**Material for this task:**
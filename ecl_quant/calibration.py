"""Calibration: models, inverse prediction with uncertainty, LOD/LOQ, linearity tests.

A calibration relates the response of standards (usually the integrated emission of a
spot) to their concentration. This module fits one of

- ``linear``: ordinary least-squares line;
- ``wls``: weighted line (weights 1/x^2, 1/y^2, 1/variance, or given);
- ``quadratic``: second-order polynomial (ISO 8466-2);
- ``power``: y = a x^b, fitted as a line of ln y on ln x;
- ``4pl`` / ``5pl``: four- and five-parameter logistic (bounded fit);
- ``auto``: the line when Mandel's test and the lack-of-fit test accept it, otherwise
  the nonlinear candidate with the lowest AICc; the reason is recorded,

and turns the readings of an unknown into a concentration with a standard error and a
confidence interval (classical s_x0 for lines, the delta method for the others, or a
parametric bootstrap), flagged ``below_lod``, ``below_loq``, ``above_range``,
``extrapolated`` or ``no_solution``. Limits follow IUPAC (blank mean + 3 s / 10 s), ICH
Q2 (3.3 sigma/S, 10 sigma/S), Miller & Miller (intercept + 3 s_y/x) and ISO 11843-2 /
DIN 32645 (critical value, minimum detectable value, LOQ at a relative uncertainty
1/k). The method used is recorded with the numbers.

All public functions take plain arrays or pandas tables; the result is a frozen
:class:`Calibration` with ``to_dict()`` (the versioned, hashed ``calibration.json``),
``predict``, ``inverse`` and ``inverse_predict``.

References
----------
J.N. Miller & J.C. Miller, Statistics and Chemometrics for Analytical Chemistry, ch. 5;
D.L. Massart et al. (1997) Handbook of Chemometrics and Qualimetrics Part A, ch. 8;
ISO 8466-1 and -2; ISO 11843-2; DIN 32645; ICH Q2(R1); IUPAC Gold Book L03540.
"""

from __future__ import annotations

import dataclasses
import datetime as _dt
import platform
from collections.abc import Sequence
from dataclasses import dataclass, field
from functools import cached_property
from pathlib import Path
from typing import Any

import numpy as np
import pandas as pd
from numpy.typing import ArrayLike, NDArray
from scipy import optimize

from . import __version__
from ._calmodels import MODELS, FitResult, ModelDef, batch_refit, fit_model, fit_to_public, public_to_fit
from ._calstats import (grubbs_test, iso11843_line, lack_of_fit, loq_relative_line, mandel_test,
                        t_ppf, t_sf)
from .errors import CalibrationError, InputFormatError

FloatArray = NDArray[np.float64]

__all__ = [
    "MODEL_NAMES",
    "WEIGHT_RULES",
    "FLAG_WORDS",
    "CalibrationOptions",
    "Calibration",
    "InversePrediction",
    "fit_calibration",
    "calibrate_table",
    "quantify_table",
    "read_table",
    "save_calibration",
    "load_calibration",
    "plot_calibration",
    "calibration_hash",
]

MODEL_NAMES = ("auto", "linear", "wls", "quadratic", "power", "4pl", "5pl")
WEIGHT_RULES = ("none", "1/x2", "1/y2", "1/var")
FLAG_WORDS = ("below_lod", "below_loq", "above_range", "extrapolated", "no_solution")
ROLES = ("standard", "blank", "unknown")
FORMAT_NAME = "ecl_quant.calibration"
FORMAT_VERSION = 1


@dataclass(frozen=True)
class CalibrationOptions:
    """Settings for limits and tests (grouped so the fit functions stay short).

    Attributes
    ----------
    lod_method : {"auto", "blank", "intercept", "ich"}
        Primary LOD/LOQ used for flags and the working range. ``blank``: IUPAC,
        mean_blank + k s_blank converted through the calibration; ``intercept``: Miller &
        Miller, blank estimated by the intercept and s_y/x; ``ich``: ICH Q2, 3.3 sigma/S
        and 10 sigma/S. ``auto``: ``blank`` with at least 3 blank readings, else ``ich``.
    ich_sigma : {"residual", "intercept_se", "blank"}
        Which sigma ICH Q2 uses: residual SD of the calibration (at the lowest level for
        weighted fits), SE of the intercept, or SD of the blanks.
    k_lod, k_loq : float
        Multipliers of the blank SD (IUPAC / Miller & Miller): 3 and 10.
    ich_k_lod, ich_k_loq : float
        ICH Q2 multipliers: 3.3 and 10.
    alpha, beta : float
        False-positive and false-negative probabilities for ISO 11843-2 / DIN 32645.
    readings_per_unknown : int
        Readings averaged per unknown, used by the ISO 11843 limits and the LOQ by
        relative precision (m in the formulas).
    loq_relative_k : float
        DIN 32645 LOQ: the concentration whose (1 - alpha) half-width is 1/k of itself.
    mandel_level : float
        Confidence level of Mandel's test (99 % as in ISO 8466-1, from memory).
    lof_alpha : float
        Significance level of the lack-of-fit test.
    grubbs_alpha : float
        Significance level of Grubbs' test on replicates (flags only, nothing dropped).
    include_blanks : bool or None
        Fit the blank readings as points at concentration 0. None: yes, except for models
        or weights that cannot take x = 0 (power law, 1/x^2), where blanks only set the LOD.
    """

    lod_method: str = "auto"
    ich_sigma: str = "residual"
    k_lod: float = 3.0
    k_loq: float = 10.0
    ich_k_lod: float = 3.3
    ich_k_loq: float = 10.0
    alpha: float = 0.05
    beta: float = 0.05
    readings_per_unknown: int = 1
    loq_relative_k: float = 3.0
    mandel_level: float = 0.99
    lof_alpha: float = 0.05
    grubbs_alpha: float = 0.05
    include_blanks: bool | None = None

    def __post_init__(self) -> None:
        checks = [
            (self.lod_method in ("auto", "blank", "intercept", "ich"),
             f"lod_method {self.lod_method!r} is not one of auto, blank, intercept, ich"),
            (self.ich_sigma in ("residual", "intercept_se", "blank"),
             f"ich_sigma {self.ich_sigma!r} is not one of residual, intercept_se, blank"),
            (all(0 < p < 1 for p in (self.alpha, self.beta, self.mandel_level, self.lof_alpha,
                                     self.grubbs_alpha)), "probabilities must lie in (0, 1)"),
            (min(self.k_lod, self.k_loq, self.ich_k_lod, self.ich_k_loq, self.loq_relative_k) > 0,
             "limit multipliers must be positive"),
            (int(self.readings_per_unknown) >= 1, "readings_per_unknown must be >= 1"),
        ]
        for ok, msg in checks:
            if not ok:
                raise CalibrationError(msg)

**How to complete this task:**
Filter the entries down to the lines holding the string "uncertainty". Copy each of those lines.

**Response:**
"""Calibration: models, inverse prediction with uncertainty, LOD/LOQ, linearity tests.
DIN 32645 (critical value, minimum detectable value, LOQ at a relative uncertainty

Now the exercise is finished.